══ Records shown

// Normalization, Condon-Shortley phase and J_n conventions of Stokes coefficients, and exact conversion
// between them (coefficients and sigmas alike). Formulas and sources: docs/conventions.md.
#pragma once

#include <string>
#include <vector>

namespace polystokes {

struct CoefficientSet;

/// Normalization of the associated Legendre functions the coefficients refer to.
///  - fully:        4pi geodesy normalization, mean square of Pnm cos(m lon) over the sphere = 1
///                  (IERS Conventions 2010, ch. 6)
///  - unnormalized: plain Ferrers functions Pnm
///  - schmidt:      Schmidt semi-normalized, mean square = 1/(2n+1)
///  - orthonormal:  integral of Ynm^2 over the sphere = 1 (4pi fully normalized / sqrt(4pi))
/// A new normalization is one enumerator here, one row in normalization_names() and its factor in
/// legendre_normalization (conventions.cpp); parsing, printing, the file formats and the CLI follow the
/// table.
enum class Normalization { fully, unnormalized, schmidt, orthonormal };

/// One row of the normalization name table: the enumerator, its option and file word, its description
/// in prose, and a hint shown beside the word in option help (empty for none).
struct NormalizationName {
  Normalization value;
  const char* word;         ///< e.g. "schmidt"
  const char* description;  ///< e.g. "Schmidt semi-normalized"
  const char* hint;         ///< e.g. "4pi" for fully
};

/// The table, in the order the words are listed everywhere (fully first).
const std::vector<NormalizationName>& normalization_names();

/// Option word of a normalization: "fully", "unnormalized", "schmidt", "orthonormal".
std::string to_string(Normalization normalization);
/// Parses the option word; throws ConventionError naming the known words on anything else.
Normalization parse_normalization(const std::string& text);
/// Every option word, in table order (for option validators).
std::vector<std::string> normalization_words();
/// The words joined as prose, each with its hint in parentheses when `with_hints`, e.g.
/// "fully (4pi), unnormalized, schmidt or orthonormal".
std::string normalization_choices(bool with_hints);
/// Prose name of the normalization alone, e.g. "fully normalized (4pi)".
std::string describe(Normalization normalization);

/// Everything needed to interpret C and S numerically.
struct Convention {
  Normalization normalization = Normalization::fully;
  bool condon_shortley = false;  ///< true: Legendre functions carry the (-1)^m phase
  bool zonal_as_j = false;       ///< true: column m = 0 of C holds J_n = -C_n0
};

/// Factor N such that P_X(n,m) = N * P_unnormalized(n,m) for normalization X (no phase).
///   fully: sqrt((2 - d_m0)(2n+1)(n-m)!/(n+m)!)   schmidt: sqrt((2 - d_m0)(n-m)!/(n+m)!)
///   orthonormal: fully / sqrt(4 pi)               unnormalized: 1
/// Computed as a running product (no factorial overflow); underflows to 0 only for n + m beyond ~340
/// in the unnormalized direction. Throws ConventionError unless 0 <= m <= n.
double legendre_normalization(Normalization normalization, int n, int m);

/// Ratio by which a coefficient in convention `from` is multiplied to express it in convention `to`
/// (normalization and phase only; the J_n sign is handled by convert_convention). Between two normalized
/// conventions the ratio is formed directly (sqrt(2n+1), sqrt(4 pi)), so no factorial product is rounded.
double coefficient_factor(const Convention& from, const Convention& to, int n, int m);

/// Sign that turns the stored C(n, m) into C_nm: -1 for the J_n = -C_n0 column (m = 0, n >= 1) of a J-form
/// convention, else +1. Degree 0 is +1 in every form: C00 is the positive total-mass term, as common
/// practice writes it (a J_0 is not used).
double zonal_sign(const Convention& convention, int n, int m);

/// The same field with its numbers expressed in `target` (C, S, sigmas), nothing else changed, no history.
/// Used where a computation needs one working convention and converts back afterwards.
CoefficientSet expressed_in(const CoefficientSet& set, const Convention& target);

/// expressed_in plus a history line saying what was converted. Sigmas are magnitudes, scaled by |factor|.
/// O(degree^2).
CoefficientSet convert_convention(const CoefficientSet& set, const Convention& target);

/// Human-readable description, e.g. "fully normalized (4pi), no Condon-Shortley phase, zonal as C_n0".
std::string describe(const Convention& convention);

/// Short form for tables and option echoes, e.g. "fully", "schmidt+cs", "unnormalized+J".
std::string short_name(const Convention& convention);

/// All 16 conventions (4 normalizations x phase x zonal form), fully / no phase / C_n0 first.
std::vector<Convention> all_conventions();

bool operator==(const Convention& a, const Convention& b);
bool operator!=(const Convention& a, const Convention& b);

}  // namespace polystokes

════

# Exercise objective
All that is wanted is a faithful reproduction of the line above with "Normalization parse_normalization(const std::string&", the line with "of a J-form", and every line in between.

# Output below
Normalization parse_normalization(const std::string& text);
/// Every option word, in table order (for option validators).
std::vector<std::string> normalization_words();
/// The words joined as prose, each with its hint in parentheses when `with_hints`, e.g.
/// "fully (4pi), unnormalized, schmidt or orthonormal".
std::string normalization_choices(bool with_hints);
/// Prose name of the normalization alone, e.g. "fully normalized (4pi)".
std::string describe(Normalization normalization);

/// Everything needed to interpret C and S numerically.
struct Convention {
  Normalization normalization = Normalization::fully;
  bool condon_shortley = false;  ///< true: Legendre functions carry the (-1)^m phase
  bool zonal_as_j = false;       ///< true: column m = 0 of C holds J_n = -C_n0
};

/// Factor N such that P_X(n,m) = N * P_unnormalized(n,m) for normalization X (no phase).
///   fully: sqrt((2 - d_m0)(2n+1)(n-m)!/(n+m)!)   schmidt: sqrt((2 - d_m0)(n-m)!/(n+m)!)
///   orthonormal: fully / sqrt(4 pi)               unnormalized: 1
/// Computed as a running product (no factorial overflow); underflows to 0 only for n + m beyond ~340
/// in the unnormalized direction. Throws ConventionError unless 0 <= m <= n.
double legendre_normalization(Normalization normalization, int n, int m);

/// Ratio by which a coefficient in convention `from` is multiplied to express it in convention `to`
/// (normalization and phase only; the J_n sign is handled by convert_convention). Between two normalized
/// conventions the ratio is formed directly (sqrt(2n+1), sqrt(4 pi)), so no factorial product is rounded.
double coefficient_factor(const Convention& from, const Convention& to, int n, int m);

/// Sign that turns the stored C(n, m) into C_nm: -1 for the J_n = -C_n0 column (m = 0, n >= 1) of a J-form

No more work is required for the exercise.